Stored data entries
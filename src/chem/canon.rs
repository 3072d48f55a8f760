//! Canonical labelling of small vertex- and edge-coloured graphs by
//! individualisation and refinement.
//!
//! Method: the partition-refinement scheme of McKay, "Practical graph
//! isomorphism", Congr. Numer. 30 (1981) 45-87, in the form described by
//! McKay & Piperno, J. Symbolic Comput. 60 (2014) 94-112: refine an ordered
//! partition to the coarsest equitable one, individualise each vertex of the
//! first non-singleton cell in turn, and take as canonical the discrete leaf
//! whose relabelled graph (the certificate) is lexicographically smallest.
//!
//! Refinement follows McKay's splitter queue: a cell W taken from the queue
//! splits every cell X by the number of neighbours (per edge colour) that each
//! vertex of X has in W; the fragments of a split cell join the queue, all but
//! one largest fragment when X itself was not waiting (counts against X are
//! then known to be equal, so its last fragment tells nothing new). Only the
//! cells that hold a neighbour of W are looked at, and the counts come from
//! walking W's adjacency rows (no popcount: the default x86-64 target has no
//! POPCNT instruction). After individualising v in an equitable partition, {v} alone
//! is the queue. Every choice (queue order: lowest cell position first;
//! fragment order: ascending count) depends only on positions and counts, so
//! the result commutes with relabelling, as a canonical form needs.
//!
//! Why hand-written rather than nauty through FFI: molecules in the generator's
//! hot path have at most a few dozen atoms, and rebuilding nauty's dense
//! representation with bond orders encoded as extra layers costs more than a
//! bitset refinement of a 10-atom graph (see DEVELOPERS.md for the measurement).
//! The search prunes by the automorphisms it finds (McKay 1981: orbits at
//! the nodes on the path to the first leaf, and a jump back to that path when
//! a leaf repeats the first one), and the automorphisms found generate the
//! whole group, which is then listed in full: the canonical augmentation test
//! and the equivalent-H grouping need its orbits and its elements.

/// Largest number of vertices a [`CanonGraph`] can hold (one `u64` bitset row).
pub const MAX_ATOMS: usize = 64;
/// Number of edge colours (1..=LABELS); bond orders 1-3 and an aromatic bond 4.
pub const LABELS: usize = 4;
...
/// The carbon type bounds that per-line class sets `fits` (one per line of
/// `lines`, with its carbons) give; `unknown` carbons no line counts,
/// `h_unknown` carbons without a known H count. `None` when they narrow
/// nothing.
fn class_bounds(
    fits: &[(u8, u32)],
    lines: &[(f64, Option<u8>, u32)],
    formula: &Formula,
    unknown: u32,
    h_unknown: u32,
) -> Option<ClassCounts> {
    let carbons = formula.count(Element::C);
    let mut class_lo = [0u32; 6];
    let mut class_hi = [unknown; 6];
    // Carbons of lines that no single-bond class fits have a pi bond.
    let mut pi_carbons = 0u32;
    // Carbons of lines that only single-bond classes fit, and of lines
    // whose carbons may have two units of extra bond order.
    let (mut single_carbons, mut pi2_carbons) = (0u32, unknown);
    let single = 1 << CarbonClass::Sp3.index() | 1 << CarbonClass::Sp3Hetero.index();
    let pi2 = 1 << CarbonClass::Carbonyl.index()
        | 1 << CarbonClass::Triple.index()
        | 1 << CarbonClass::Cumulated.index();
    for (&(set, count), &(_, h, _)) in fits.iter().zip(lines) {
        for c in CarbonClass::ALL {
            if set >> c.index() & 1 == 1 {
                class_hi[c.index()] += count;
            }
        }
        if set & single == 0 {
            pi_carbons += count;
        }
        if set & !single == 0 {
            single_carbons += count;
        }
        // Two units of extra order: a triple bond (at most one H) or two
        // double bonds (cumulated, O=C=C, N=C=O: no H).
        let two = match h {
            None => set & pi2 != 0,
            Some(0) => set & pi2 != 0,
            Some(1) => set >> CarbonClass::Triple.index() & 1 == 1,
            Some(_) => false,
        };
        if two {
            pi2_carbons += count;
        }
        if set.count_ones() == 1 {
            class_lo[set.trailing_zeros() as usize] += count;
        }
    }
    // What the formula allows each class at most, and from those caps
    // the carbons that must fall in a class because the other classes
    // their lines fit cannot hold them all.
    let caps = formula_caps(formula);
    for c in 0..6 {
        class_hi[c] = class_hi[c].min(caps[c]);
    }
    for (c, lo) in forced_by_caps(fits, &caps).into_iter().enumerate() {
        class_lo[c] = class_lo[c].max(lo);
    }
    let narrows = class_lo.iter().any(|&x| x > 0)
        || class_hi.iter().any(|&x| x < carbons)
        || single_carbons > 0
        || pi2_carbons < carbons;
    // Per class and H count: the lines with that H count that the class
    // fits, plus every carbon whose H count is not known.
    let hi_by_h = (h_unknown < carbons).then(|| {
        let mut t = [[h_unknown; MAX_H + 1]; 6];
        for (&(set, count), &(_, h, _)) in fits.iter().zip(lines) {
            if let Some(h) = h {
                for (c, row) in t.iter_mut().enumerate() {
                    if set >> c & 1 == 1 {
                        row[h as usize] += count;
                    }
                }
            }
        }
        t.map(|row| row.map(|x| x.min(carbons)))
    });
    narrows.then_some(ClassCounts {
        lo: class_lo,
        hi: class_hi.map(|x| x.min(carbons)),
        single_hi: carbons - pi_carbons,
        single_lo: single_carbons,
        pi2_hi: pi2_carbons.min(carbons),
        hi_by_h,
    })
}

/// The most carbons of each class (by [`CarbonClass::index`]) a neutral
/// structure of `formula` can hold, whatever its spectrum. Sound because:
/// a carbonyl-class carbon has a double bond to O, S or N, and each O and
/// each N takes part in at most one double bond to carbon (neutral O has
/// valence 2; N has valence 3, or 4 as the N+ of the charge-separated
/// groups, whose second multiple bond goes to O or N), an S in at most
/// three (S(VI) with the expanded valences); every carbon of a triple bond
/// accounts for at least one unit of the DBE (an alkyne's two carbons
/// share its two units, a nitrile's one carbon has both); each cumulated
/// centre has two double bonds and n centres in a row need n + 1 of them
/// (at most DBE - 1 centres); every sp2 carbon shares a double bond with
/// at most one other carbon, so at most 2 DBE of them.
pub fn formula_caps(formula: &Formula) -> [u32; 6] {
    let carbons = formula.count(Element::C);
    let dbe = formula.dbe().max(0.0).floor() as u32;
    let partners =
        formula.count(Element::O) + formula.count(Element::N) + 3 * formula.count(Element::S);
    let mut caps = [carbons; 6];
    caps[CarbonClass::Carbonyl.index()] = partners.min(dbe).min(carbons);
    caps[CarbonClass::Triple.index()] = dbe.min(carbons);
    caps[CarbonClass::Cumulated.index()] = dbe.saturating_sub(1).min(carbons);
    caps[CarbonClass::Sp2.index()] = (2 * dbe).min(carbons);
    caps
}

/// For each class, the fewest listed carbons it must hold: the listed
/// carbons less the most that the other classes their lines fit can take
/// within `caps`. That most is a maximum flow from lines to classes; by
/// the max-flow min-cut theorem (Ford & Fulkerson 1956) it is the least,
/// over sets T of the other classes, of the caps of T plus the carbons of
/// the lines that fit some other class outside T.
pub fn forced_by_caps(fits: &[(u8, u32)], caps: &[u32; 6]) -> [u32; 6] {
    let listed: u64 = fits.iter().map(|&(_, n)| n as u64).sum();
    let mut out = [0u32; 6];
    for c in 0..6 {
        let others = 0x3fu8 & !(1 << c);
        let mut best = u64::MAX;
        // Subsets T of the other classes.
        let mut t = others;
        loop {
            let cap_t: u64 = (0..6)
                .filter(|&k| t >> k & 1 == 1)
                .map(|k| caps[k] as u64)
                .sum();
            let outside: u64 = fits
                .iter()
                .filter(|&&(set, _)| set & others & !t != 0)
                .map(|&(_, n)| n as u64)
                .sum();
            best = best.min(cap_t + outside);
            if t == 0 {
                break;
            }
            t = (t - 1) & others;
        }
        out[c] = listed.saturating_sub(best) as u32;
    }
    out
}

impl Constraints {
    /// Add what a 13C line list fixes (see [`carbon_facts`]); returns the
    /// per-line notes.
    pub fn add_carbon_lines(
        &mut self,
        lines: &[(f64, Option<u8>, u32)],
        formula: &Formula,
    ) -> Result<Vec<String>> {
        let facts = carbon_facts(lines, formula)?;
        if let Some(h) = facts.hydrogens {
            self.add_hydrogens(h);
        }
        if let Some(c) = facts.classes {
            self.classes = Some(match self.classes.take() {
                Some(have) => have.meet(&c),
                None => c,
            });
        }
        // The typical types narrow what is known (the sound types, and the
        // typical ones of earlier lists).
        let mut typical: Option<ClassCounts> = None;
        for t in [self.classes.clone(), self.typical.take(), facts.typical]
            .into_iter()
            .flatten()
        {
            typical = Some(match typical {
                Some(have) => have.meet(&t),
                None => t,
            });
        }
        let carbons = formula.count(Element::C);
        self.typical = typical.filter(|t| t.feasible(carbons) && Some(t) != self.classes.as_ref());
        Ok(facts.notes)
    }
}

> _Required action_
Every line above from the line with "is not known." to the line with "DBE of them.", inclusive, must be returned exactly; no other line belongs in the reply.

> _Reply_
    // fits, plus every carbon whose H count is not known.
    let hi_by_h = (h_unknown < carbons).then(|| {
        let mut t = [[h_unknown; MAX_H + 1]; 6];
        for (&(set, count), &(_, h, _)) in fits.iter().zip(lines) {
            if let Some(h) = h {
                for (c, row) in t.iter_mut().enumerate() {
                    if set >> c & 1 == 1 {
                        row[h as usize] += count;
                    }
                }
            }
        }
        t.map(|row| row.map(|x| x.min(carbons)))
    });
    narrows.then_some(ClassCounts {
        lo: class_lo,
        hi: class_hi.map(|x| x.min(carbons)),
        single_hi: carbons - pi_carbons,
        single_lo: single_carbons,
        pi2_hi: pi2_carbons.min(carbons),
        hi_by_h,
    })
}

/// The most carbons of each class (by [`CarbonClass::index`]) a neutral
/// structure of `formula` can hold, whatever its spectrum. Sound because:
/// a carbonyl-class carbon has a double bond to O, S or N, and each O and
/// each N takes part in at most one double bond to carbon (neutral O has
/// valence 2; N has valence 3, or 4 as the N+ of the charge-separated
/// groups, whose second multiple bond goes to O or N), an S in at most
/// three (S(VI) with the expanded valences); every carbon of a triple bond
/// accounts for at least one unit of the DBE (an alkyne's two carbons
/// share its two units, a nitrile's one carbon has both); each cumulated
/// centre has two double bonds and n centres in a row need n + 1 of them
/// (at most DBE - 1 centres); every sp2 carbon shares a double bond with
/// at most one other carbon, so at most 2 DBE of them.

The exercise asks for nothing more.